That Thursday, Savoy left his Euro Pacific office without indicating he was quitting, the federal and Finra complaints cited colleagues as saying. The next day at 2 p.m., he sent his one-line e-mail to Schiff. "Please see attached document,” it read. It was his resignation letter.

By then, Savoy’s new Saddle Brook office was allegedly filled with account-transfer packages. Each included a letter signed by O’Dell, which was prepared while Savoy was still a Euro Pacific employee, the firm told Finra. Over the next three days, it said, Savoy solicited his old clients “on a mass scale.”

Tabbed And Highlighted

It wasn’t until the Tuesday morning that Euro Pacific learned Savoy was gone, according to e-mails filed with Finra. By then, Euro Pacific said in a letter to Oppenheimer, “possibly over a hundred” customers had already received calls, e-mails or FedEx packages with the signature-ready transfer forms.

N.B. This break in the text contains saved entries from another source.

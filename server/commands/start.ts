import path from 'node:path';
import { startServer } from '../main.ts';
import { describeInstallation, openInstallation } from './installation.ts';
import { projectRoot } from './project-root.ts';
import { stopOnSignals } from './stop-signals.ts';

/** `npm start`: database, migrations, demo firms, server; and on Ctrl-C all of it in the other order. */
export async function main(): Promise<void> {
  const say = (line: string) => console.log(line);
  let close = async (): Promise<void> => process.exit(130); // nothing runs yet
  stopOnSignals(() => close());

  const installation = await openInstallation(say);
  close = () => installation.close();
  try {
    const { settings, databaseUrls } = installation;
    const server = await startServer({ settings, databaseUrls, clientFolder: path.join(projectRoot, 'dist/client') });
    let stopping = false;
    close = async () => {
      stopping = true;
      say('\nStopping ...');
      await server.close();
      await installation.close();
    };
    void installation.databaseEnded.then(() => {
      if (stopping) return;
      console.error(`PostgreSQL ended by itself; ${path.join(settings.home, 'postgres.log')} says why.`);
      process.exit(1);
    });
  } catch (error) {
    await installation.close();
    throw error;
  }
  for (const line of describeInstallation(installation)) say(line);
}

Savoy and Oppenheimer misappropriated trade secrets, conspired to breach Savoy’s confidentiality pacts and slandered Euro Pacific, the firm alleged in its Connecticut request for a restraining order, to which Oppenheimer consented.

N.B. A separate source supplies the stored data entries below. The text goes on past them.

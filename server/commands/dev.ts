import { type ChildProcess, spawn } from 'node:child_process';
import { connect } from 'node:net';
import { createServer, type ViteDevServer } from 'vite';
import { findFreePort } from '../cluster/free-port.ts';
import { StartRefusal } from './bootstrap/start-refusal.mjs';
import { describeInstallation, type Installation, openInstallation } from './installation.ts';
import { projectRoot } from './project-root.ts';
import { stopOnSignals } from './stop-signals.ts';

/** What the restarted part is told, by its environment: the whole installation but the database, which goes on running. */
export interface DevServerOrder {
  settings: Installation['settings'];
  databaseUrls: Installation['databaseUrls'];
}

/** The API in a process of its own, which tsx starts again whenever one of its files changes. */
function spawnApi({ settings, databaseUrls }: Installation, port: number): ChildProcess {
  const order: DevServerOrder = { settings: { ...settings, host: '127.0.0.1', port }, databaseUrls };
  const words = ['node_modules/tsx/dist/cli.mjs', 'watch', '--clear-screen=false', 'server/commands/dev-server.ts'];
  return spawn(process.execPath, words, {
    cwd: projectRoot,
    env: { ...process.env, TAREWRIGHT_DEV_SERVER: JSON.stringify(order) },
    stdio: ['ignore', 'inherit', 'inherit'],
  });
}

function listens(port: number): Promise<boolean> {
  return new Promise((resolve) => {
    const socket = connect(port, '127.0.0.1');
    socket.once('connect', () => resolve(true)).once('error', () => resolve(false));
    socket.once('connect', () => socket.destroy());
  });
}

async function waitForApi(api: ChildProcess, port: number): Promise<void> {
  while (!(await listens(port))) {
    if (api.exitCode !== null) throw new StartRefusal('The server ended; its message stands above.');
    await new Promise((resolve) => setTimeout(resolve, 50));
  }
}

/** The client from its sources, with hot reload; what is not the client's goes to the API. */
function startClient({ settings }: Installation, apiPort: number): Promise<ViteDevServer> {
  const { host, port } = settings;
  const proxy = { '/api': { target: `http://127.0.0.1:${apiPort}`, changeOrigin: false } };
  const server = { host, port, strictPort: true, proxy };
  return createServer({ root: projectRoot, logLevel: 'warn', clearScreen: false, server });
}

async function end(child: ChildProcess): Promise<void> {
  if (child.exitCode !== null || child.signalCode !== null) return;
  const ended = new Promise((resolve) => child.once('exit', resolve));
  child.kill('SIGTERM');
  await ended;
}

/** `npm run dev`: the database and demo firms of `npm start`, with both sides reloaded as their files change. */
export async function main(): Promise<void> {
  let close = async (): Promise<void> => process.exit(130);
  stopOnSignals(() => close());

  const installation = await openInstallation((line) => console.log(line));
  const apiPort = await findFreePort();
  const api = spawnApi(installation, apiPort);
  close = async () => {
    await end(api);
    await installation.close();
  };
  try {
    const client = await startClient(installation, apiPort);
    close = async () => {
      await client.close();
      await end(api);
      await installation.close();
    };
    await waitForApi(api, apiPort);
    await client.listen();
  } catch (error) {
    await close();
    throw error;
  }
  for (const line of describeInstallation(installation)) console.log(line);
}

Oppenheimer, in its Finra response, said it never possessed the Euro Pacific data.

Oppenheimer terminated Savoy early June 22, without his lump payout. The next month, Euro Pacific dropped Savoy as a target of its suit.

Now, Savoy is selecting an attorney, said the person close to him, as he battles Oppenheimer’s allegation that he lied about the terms of his Euro Pacific employment and duped Oppenheimer into hiring him. Oppenheimer told Finra it wants Savoy to foot the bill for any financial damages it may suffer.

The case is scheduled to go before Finra arbitrators in late November.